Goal of the exercise: Return precisely the opening lines of the listing below, ending with the line that contains "RUN_COLOURS, strokeChartFrame, type".

Records supplied:
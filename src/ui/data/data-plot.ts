import { scaleLinear } from 'd3';
import type { DataTable, ModelSpec } from '../../problems';
import { beginChart, canvasFont, drawMarker, drawVerticalTitle, finiteExtent, MARKER_SHAPES, niceTicks, PLOT_STYLE, RUN_COLOURS, strokeChartFrame, type DrawingContext, type PixelSize } from '../plot';

export type Task = 'regression' | 'binary' | 'multiclass';

export function taskOf(model: ModelSpec): Task {
  if (model.kind === 'logistic') return 'binary';
  if (model.kind === 'softmax') return 'multiclass';
  if (model.kind === 'mlp') return model.head === 'regression' ? 'regression' : model.head === 'binary' ? 'binary' : 'multiclass';
  return 'regression';
}

/** The model's output for one input row, as a function of the current parameters. */
export type Predictor = (inputs: ArrayLike<number>) => number | number[];

export interface DataScene {
  table: DataTable;
  inputs: readonly string[];
  target: string;
  task: Task;
  predict: Predictor | null;
}

const MARGIN = { left: 56, right: 12, top: 12, bottom: 40 };

/** Most rows drawn as points: more only overplot, and would make every redraw (each run update) slow. */
export const MAX_DRAWN_ROWS = 2000;

/** Step between drawn rows: 1 up to MAX_DRAWN_ROWS rows, else an evenly spread subset of about that many. */
export function rowStride(rows: number): number {
  return Math.max(1, Math.ceil(rows / MAX_DRAWN_ROWS));
}
/** Class colours of the data view (Okabe-Ito, the same palette as runs; classes and runs never share a plot). */
const CLASS_COLOURS = RUN_COLOURS;

function column(table: DataTable, name: string): Float64Array {
  const j = table.columns.indexOf(name);
  const m = table.columns.length;
  const out = new Float64Array(table.rows);
  for (let i = 0; i < table.rows; i++) out[i] = table.values[i * m + j];
  return out;
}

/** The range of a column (finite, as every table is), widened by `pad` of its width on each side. */
function extent(v: Float64Array, pad = 0.05): [number, number] {
  let [lo, hi] = finiteExtent(v);
  if (!(hi > lo)) [lo, hi] = [lo - 1, hi + 1];
  const d = (hi - lo) * pad;
  return [lo - d, hi + d];
}

/**
 * The data beside the landscape: for regression on one input, the points and the fitted curve; on
 * several inputs, predicted against observed; for a classifier, the class regions over the first two
 * inputs (others held at their means) under the points, coloured and shaped by class.
 */
export function drawDataScene(ctx: DrawingContext, size: PixelSize, scene: DataScene): string {
  const { w, h } = beginChart(ctx, size, MARGIN);
  const { table, inputs, target, task, predict } = scene;
  const y = column(table, target);
  const stride = rowStride(table.rows);
  let caption: string;
  let xTitle: string;
  let yTitle: string;
  let xr: [number, number];
  let yr: [number, number];
  if (task === 'regression' && inputs.length === 1) {
    const x = column(table, inputs[0]);
    xr = extent(x);
    yr = extent(y, 0.1);
    [xTitle, yTitle] = [inputs[0], target];
    const sx = scaleLinear().domain(xr).range([0, w]);
    const sy = scaleLinear().domain(yr).range([h, 0]);
    strokeChartFrame(ctx, w, h);
    for (let i = 0; i < table.rows; i += stride) drawMarker(ctx, 'circle', { px: sx(x[i]), py: sy(y[i]) }, 5, { fill: '#56B4E9', outline: '#1b4965', outlineWidth: 0.75 });
    if (predict) {
      ctx.beginPath();
      const row = new Float64Array(1);
      for (let k = 0; k <= 200; k++) {
        row[0] = xr[0] + ((xr[1] - xr[0]) * k) / 200;
        const p = predict(row) as number;
        const py = Math.max(-1e4, Math.min(1e4, sy(p)));
        if (k === 0) ctx.moveTo(sx(row[0]), py);
        else ctx.lineTo(sx(row[0]), py);
      }
      ctx.strokeStyle = '#D55E00';
      ctx.lineWidth = 2;
      ctx.stroke();
    }
    caption = 'points: the data; line: the model at the run\'s current parameters';
  } else if (task === 'regression') {
    const fitted = new Float64Array(table.rows);
    const m = table.columns.length;
    const idx = inputs.map((c) => table.columns.indexOf(c));
    const row = new Float64Array(inputs.length);
    fitted.fill(Number.NaN);
    for (let i = 0; i < table.rows; i += stride) {
      idx.forEach((j, k) => (row[k] = table.values[i * m + j]));
      fitted[i] = predict ? (predict(row) as number) : Number.NaN;
    }
    xr = extent(y, 0.1);
    yr = xr;
    [xTitle, yTitle] = [`observed ${target}`, `predicted ${target}`];
    const sx = scaleLinear().domain(xr).range([0, w]);
    const sy = scaleLinear().domain(yr).range([h, 0]);
    strokeChartFrame(ctx, w, h);
    ctx.beginPath();
    ctx.moveTo(sx(xr[0]), sy(xr[0]));
    ctx.lineTo(sx(xr[1]), sy(xr[1]));
    ctx.strokeStyle = '#999999';
    ctx.setLineDash([4, 4]);
    ctx.stroke();
    ctx.setLineDash([]);
    for (let i = 0; i < table.rows; i += stride) if (Number.isFinite(fitted[i])) drawMarker(ctx, 'circle', { px: sx(y[i]), py: Math.max(-50, Math.min(h + 50, sy(fitted[i]))) }, 5, { fill: '#56B4E9', outline: '#1b4965', outlineWidth: 0.75 });
    caption = 'each point: one row, observed against predicted; on the dashed line the fit is exact';
  } else {
    const a = column(table, inputs[0]);
    const b = inputs.length > 1 ? column(table, inputs[1]) : y;
    xr = extent(a);
    yr = extent(b);
    [xTitle, yTitle] = [inputs[0], inputs.length > 1 ? inputs[1] : target];
    const sx = scaleLinear().domain(xr).range([0, w]);
    const sy = scaleLinear().domain(yr).range([h, 0]);
    if (predict && inputs.length > 1) regions(ctx, w, h, xr, yr, scene, predict);
    strokeChartFrame(ctx, w, h);
    for (let i = 0; i < table.rows; i += stride) {
      const k = Math.round(y[i]);
      drawMarker(ctx, MARKER_SHAPES[k % MARKER_SHAPES.length], { px: sx(a[i]), py: sy(b[i]) }, 6, { fill: CLASS_COLOURS[k % CLASS_COLOURS.length], outline: '#222222', outlineWidth: 0.6 });
    }
    caption =
      inputs.length > 2
        ? `shaded: the class the model predicts over ${inputs[0]} and ${inputs[1]}, other inputs at their means`
        : 'shaded: the class the model predicts; points: the data, by class';
  }
  if (stride > 1) caption += ` (1 row in ${stride} of ${table.rows} drawn)`;
  ctx.fillStyle = PLOT_STYLE.textColour;
  ctx.font = canvasFont(PLOT_STYLE.tickFontSize);
  ctx.textAlign = 'center';
  ctx.textBaseline = 'top';
  ticks(ctx, w, h, xr, yr);
  ctx.fillText(xTitle, w / 2, h + 24);
  drawVerticalTitle(ctx, yTitle, -MARGIN.left + 10, h);
  ctx.restore();
  return caption;
}

function ticks(ctx: DrawingContext, w: number, h: number, xr: [number, number], yr: [number, number]): void {
  const sx = scaleLinear().domain(xr).range([0, w]);
  const sy = scaleLinear().domain(yr).range([h, 0]);
  for (const t of niceTicks(xr, w / 80)) ctx.fillText(t.label, sx(t.value), h + 5);
  ctx.textAlign = 'right';
  ctx.textBaseline = 'middle';
  for (const t of niceTicks(yr, h / 45)) ctx.fillText(t.label, -5, sy(t.value));
  ctx.textAlign = 'center';
  ctx.textBaseline = 'top';
}

/** Predicted class over a 64 x 64 lattice of the first two inputs, the others at their column means. */
function regions(ctx: DrawingContext, w: number, h: number, xr: [number, number], yr: [number, number], scene: DataScene, predict: Predictor): void {
  const n = 64;
  const means = scene.inputs.map((c) => {
    const v = column(scene.table, c);
    return v.reduce((s, x) => s + x, 0) / v.length;
  });
  const row = Float64Array.from(means);
  const cw = w / n;
  const ch = h / n;
  ctx.save();
  ctx.globalAlpha = 0.28;
  for (let j = 0; j < n; j++)
    for (let i = 0; i < n; i++) {
      row[0] = xr[0] + ((i + 0.5) * (xr[1] - xr[0])) / n;
      row[1] = yr[1] - ((j + 0.5) * (yr[1] - yr[0])) / n;
      const out = predict(row);
      const k = Array.isArray(out) ? out.indexOf(Math.max(...out)) : out >= 0.5 ? 1 : 0;
      if (k < 0) continue;
      ctx.fillStyle = CLASS_COLOURS[k % CLASS_COLOURS.length];
      ctx.fillRect(i * cw, j * ch, cw + 0.5, ch + 0.5);
    }
  ctx.restore();
}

Solution to this task:
filename src/ui/data/data-plot.ts
import { scaleLinear } from 'd3';
import type { DataTable, ModelSpec } from '../../problems';
import { beginChart, canvasFont, drawMarker, drawVerticalTitle, finiteExtent, MARKER_SHAPES, niceTicks, PLOT_STYLE, RUN_COLOURS, strokeChartFrame, type DrawingContext, type PixelSize } from '../plot';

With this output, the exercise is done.